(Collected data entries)
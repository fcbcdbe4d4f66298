"""Row-by-row checks of the CSV tables (foundation issue, item 8). Row
numbers are line numbers in the file: the header is row 1, the first data
row is row 2. These test messages, not numbers.
"""

from __future__ import annotations

import numpy as np
import pytest
from analysis_helpers import BANDS, MEASUREMENTS, write_case

from doseattr.analysis.config import load_analysis
from doseattr.analysis.tables import read_measurements, read_study_table
from doseattr.errors import InputError


def _band_error(tmp_path, text):
    path = tmp_path / "bands.csv"
    path.write_text(text)
    with pytest.raises(InputError) as info:
        read_study_table(path, "bands.csv")
    return info.value


def _measure_error(tmp_path, text):
    path = tmp_path / "m.csv"
    path.write_text(text)
    with pytest.raises(InputError) as info:
        read_measurements(path, "m.csv")
    return info.value


def test_reads_bands(tmp_path):
    path = tmp_path / "bands.csv"
    path.write_text(BANDS)
    t = read_study_table(path)
    assert t.reference == 0 and t.n_bands == 4
    assert np.isinf(t.upper[-1]) and np.isnan(t.ci_lower[0])
    np.testing.assert_array_equal(t.cutpoints, [10, 20, 40])
    assert set(t.counts) == {"cases", "controls"}


def test_missing_column(tmp_path):
    err = _band_error(tmp_path, BANDS.replace(",ci_upper", ",ci_uper"))
    assert err.source == "bands.csv" and err.location == "column 'ci_upper'"
    assert "missing column 'ci_upper'" in str(err) and "the file has a column 'ci_uper'" in str(err)


def test_text_where_a_number_belongs(tmp_path):
    err = _band_error(tmp_path, BANDS.replace("1.42,", "high,"))
    assert str(err).startswith("bands.csv: row 4, column 'rr': text 'high' where a number")


@pytest.mark.parametrize("rr", ["0", "-1.2"])
def test_rr_zero_or_below(tmp_path, rr):
    err = _band_error(tmp_path, BANDS.replace("1.18,", f"{rr},"))
    assert err.location == "row 3, column 'rr'" and "RR must be greater than 0" in str(err)


def test_ci_not_containing_rr(tmp_path):
    err = _band_error(tmp_path, BANDS.replace("1.42,1.01,2.00", "1.42,1.50,2.00"))
    assert err.location == "row 4, column 'ci_lower'"
    assert "does not contain its RR 1.42" in str(err)


def test_bands_overlap(tmp_path):
    err = _band_error(tmp_path, BANDS.replace("20,40,", "15,40,"))
    assert err.location == "row 4, column 'lower'" and "overlaps the band before it" in str(err)


def test_bands_out_of_order(tmp_path):
    lines = BANDS.splitlines()
    lines[2], lines[3] = lines[3], lines[2]
    err = _band_error(tmp_path, "\n".join(lines) + "\n")
    assert err.location == "row 4, column 'lower'" and "out of order" in str(err)


def test_no_reference_band(tmp_path):
    err = _band_error(tmp_path, BANDS.replace("0,10,1,,,", "0,10,1.05,0.9,1.2,"))
    assert err.source == "bands.csv" and "no reference band" in str(err)


def test_two_reference_bands(tmp_path):
    err = _band_error(tmp_path, BANDS.replace("1.18,0.85,1.64", "1,,"))
    assert err.location == "rows 2 and 3, column 'rr'" and "two reference bands" in str(err)


def test_negative_band_limit(tmp_path):
    err = _band_error(tmp_path, BANDS.replace("0,10,1,", "-5,10,1,"))
    assert err.location == "row 2, column 'lower'" and "negative exposure -5" in str(err)


def test_only_top_band_open(tmp_path):
    err = _band_error(tmp_path, BANDS.replace("10,20,", "10,,"))
    assert err.location == "row 3, column 'upper'" and "only the top band" in str(err)


def test_row_numbers_count_comment_lines(tmp_path):
    err = _band_error(tmp_path, "# a comment line\n" + BANDS.replace("1.18,", "x,"))
    assert err.location == "row 4, column 'rr'"


def test_semicolon_separated_file(tmp_path):
    err = _band_error(tmp_path, BANDS.replace(",", ";"))
    assert "separated by ';'" in str(err)


def test_negative_exposure_value(tmp_path):
    err = _measure_error(tmp_path, MEASUREMENTS.replace("3.7,1", "-3.7,1"))
    assert err.location == "row 5, column 'value'" and "negative exposure -3.7" in str(err)


def test_negative_weight(tmp_path):
    err = _measure_error(tmp_path, MEASUREMENTS.replace("3.7,1", "3.7,-1"))
    assert err.location == "row 5, column 'weight'" and "weight must be 0 or more" in str(err)


def test_text_in_measurements(tmp_path):
    err = _measure_error(tmp_path, MEASUREMENTS.replace("9.5,2", "9,5,2"))
    assert err.location == "row 3" and "3 values but the header has 2" in str(err)


def test_non_detects_are_read(tmp_path):
    path = tmp_path / "m.csv"
    path.write_text(MEASUREMENTS.replace("3.7,1", "<2.0,1"))
    m = read_measurements(path)
    assert m.detected.sum() == 7 and m.values[3] == 2.0 and not m.detected[3]


def test_zero_weight_rows_are_left_out(tmp_path):
    path = tmp_path / "m.csv"
    path.write_text(MEASUREMENTS.replace("3.7,1", "3.7,0"))
    m = read_measurements(path)
    assert m.n == 7 and 3.7 not in m.values and any("weight 0" in n for n in m.notes)


def test_table_errors_name_the_table_as_seen_from_the_analysis(tmp_path):
    path = write_case(tmp_path, bands=BANDS.replace("1.85,", "0,"))
    with pytest.raises(InputError) as info:
        load_analysis(path)
    assert info.value.source == str(tmp_path / "bands.csv")
    assert info.value.location == "row 5, column 'rr'"


def test_design_needs_its_count_column(tmp_path):
    path = tmp_path / "bands.csv"
    path.write_text(BANDS.replace(",controls", ",controlz"))
    with pytest.raises(InputError, match=r"column 'controls': missing column 'controls': with "
                                         r"design = \"case-control\".*column 'controlz'"):
        read_study_table(path, "bands.csv", design="case-control")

TASK:
All records shown above are to be given again verbatim.

WRITTEN RESPONSE:
repository fcbcdbe4d4f66298
"""Row-by-row checks of the CSV tables (foundation issue, item 8). Row
numbers are line numbers in the file: the header is row 1, the first data
row is row 2. These test messages, not numbers.
"""

from __future__ import annotations

import numpy as np
import pytest
from analysis_helpers import BANDS, MEASUREMENTS, write_case

from doseattr.analysis.config import load_analysis
from doseattr.analysis.tables import read_measurements, read_study_table
from doseattr.errors import InputError


def _band_error(tmp_path, text):
    path = tmp_path / "bands.csv"
    path.write_text(text)
    with pytest.raises(InputError) as info:
        read_study_table(path, "bands.csv")
    return info.value


def _measure_error(tmp_path, text):
    path = tmp_path / "m.csv"
    path.write_text(text)
    with pytest.raises(InputError) as info:
        read_measurements(path, "m.csv")
    return info.value


def test_reads_bands(tmp_path):
    path = tmp_path / "bands.csv"
    path.write_text(BANDS)
    t = read_study_table(path)
    assert t.reference == 0 and t.n_bands == 4
    assert np.isinf(t.upper[-1]) and np.isnan(t.ci_lower[0])
    np.testing.assert_array_equal(t.cutpoints, [10, 20, 40])
    assert set(t.counts) == {"cases", "controls"}


def test_missing_column(tmp_path):
    err = _band_error(tmp_path, BANDS.replace(",ci_upper", ",ci_uper"))
    assert err.source == "bands.csv" and err.location == "column 'ci_upper'"
    assert "missing column 'ci_upper'" in str(err) and "the file has a column 'ci_uper'" in str(err)


def test_text_where_a_number_belongs(tmp_path):
    err = _band_error(tmp_path, BANDS.replace("1.42,", "high,"))
    assert str(err).startswith("bands.csv: row 4, column 'rr': text 'high' where a number")


@pytest.mark.parametrize("rr", ["0", "-1.2"])
def test_rr_zero_or_below(tmp_path, rr):
    err = _band_error(tmp_path, BANDS.replace("1.18,", f"{rr},"))
    assert err.location == "row 3, column 'rr'" and "RR must be greater than 0" in str(err)


def test_ci_not_containing_rr(tmp_path):
    err = _band_error(tmp_path, BANDS.replace("1.42,1.01,2.00", "1.42,1.50,2.00"))
    assert err.location == "row 4, column 'ci_lower'"
    assert "does not contain its RR 1.42" in str(err)


def test_bands_overlap(tmp_path):
    err = _band_error(tmp_path, BANDS.replace("20,40,", "15,40,"))
    assert err.location == "row 4, column 'lower'" and "overlaps the band before it" in str(err)


def test_bands_out_of_order(tmp_path):
    lines = BANDS.splitlines()
    lines[2], lines[3] = lines[3], lines[2]
    err = _band_error(tmp_path, "\n".join(lines) + "\n")
    assert err.location == "row 4, column 'lower'" and "out of order" in str(err)


def test_no_reference_band(tmp_path):
    err = _band_error(tmp_path, BANDS.replace("0,10,1,,,", "0,10,1.05,0.9,1.2,"))
    assert err.source == "bands.csv" and "no reference band" in str(err)


def test_two_reference_bands(tmp_path):
    err = _band_error(tmp_path, BANDS.replace("1.18,0.85,1.64", "1,,"))
    assert err.location == "rows 2 and 3, column 'rr'" and "two reference bands" in str(err)


def test_negative_band_limit(tmp_path):
    err = _band_error(tmp_path, BANDS.replace("0,10,1,", "-5,10,1,"))
    assert err.location == "row 2, column 'lower'" and "negative exposure -5" in str(err)


def test_only_top_band_open(tmp_path):
    err = _band_error(tmp_path, BANDS.replace("10,20,", "10,,"))
    assert err.location == "row 3, column 'upper'" and "only the top band" in str(err)


def test_row_numbers_count_comment_lines(tmp_path):
    err = _band_error(tmp_path, "# a comment line\n" + BANDS.replace("1.18,", "x,"))
    assert err.location == "row 4, column 'rr'"


def test_semicolon_separated_file(tmp_path):
    err = _band_error(tmp_path, BANDS.replace(",", ";"))
    assert "separated by ';'" in str(err)


def test_negative_exposure_value(tmp_path):
    err = _measure_error(tmp_path, MEASUREMENTS.replace("3.7,1", "-3.7,1"))
    assert err.location == "row 5, column 'value'" and "negative exposure -3.7" in str(err)


def test_negative_weight(tmp_path):
    err = _measure_error(tmp_path, MEASUREMENTS.replace("3.7,1", "3.7,-1"))
    assert err.location == "row 5, column 'weight'" and "weight must be 0 or more" in str(err)


def test_text_in_measurements(tmp_path):
    err = _measure_error(tmp_path, MEASUREMENTS.replace("9.5,2", "9,5,2"))
    assert err.location == "row 3" and "3 values but the header has 2" in str(err)


def test_non_detects_are_read(tmp_path):
    path = tmp_path / "m.csv"
    path.write_text(MEASUREMENTS.replace("3.7,1", "<2.0,1"))
    m = read_measurements(path)
    assert m.detected.sum() == 7 and m.values[3] == 2.0 and not m.detected[3]


def test_zero_weight_rows_are_left_out(tmp_path):
    path = tmp_path / "m.csv"
    path.write_text(MEASUREMENTS.replace("3.7,1", "3.7,0"))
    m = read_measurements(path)
    assert m.n == 7 and 3.7 not in m.values and any("weight 0" in n for n in m.notes)


def test_table_errors_name_the_table_as_seen_from_the_analysis(tmp_path):
    path = write_case(tmp_path, bands=BANDS.replace("1.85,", "0,"))
    with pytest.raises(InputError) as info:
        load_analysis(path)
    assert info.value.source == str(tmp_path / "bands.csv")
    assert info.value.location == "row 5, column 'rr'"


def test_design_needs_its_count_column(tmp_path):
    path = tmp_path / "bands.csv"
    path.write_text(BANDS.replace(",controls", ",controlz"))
    with pytest.raises(InputError, match=r"column 'controls': missing column 'controls': with "
                                         r"design = \"case-control\".*column 'controlz'"):
        read_study_table(path, "bands.csv", design="case-control")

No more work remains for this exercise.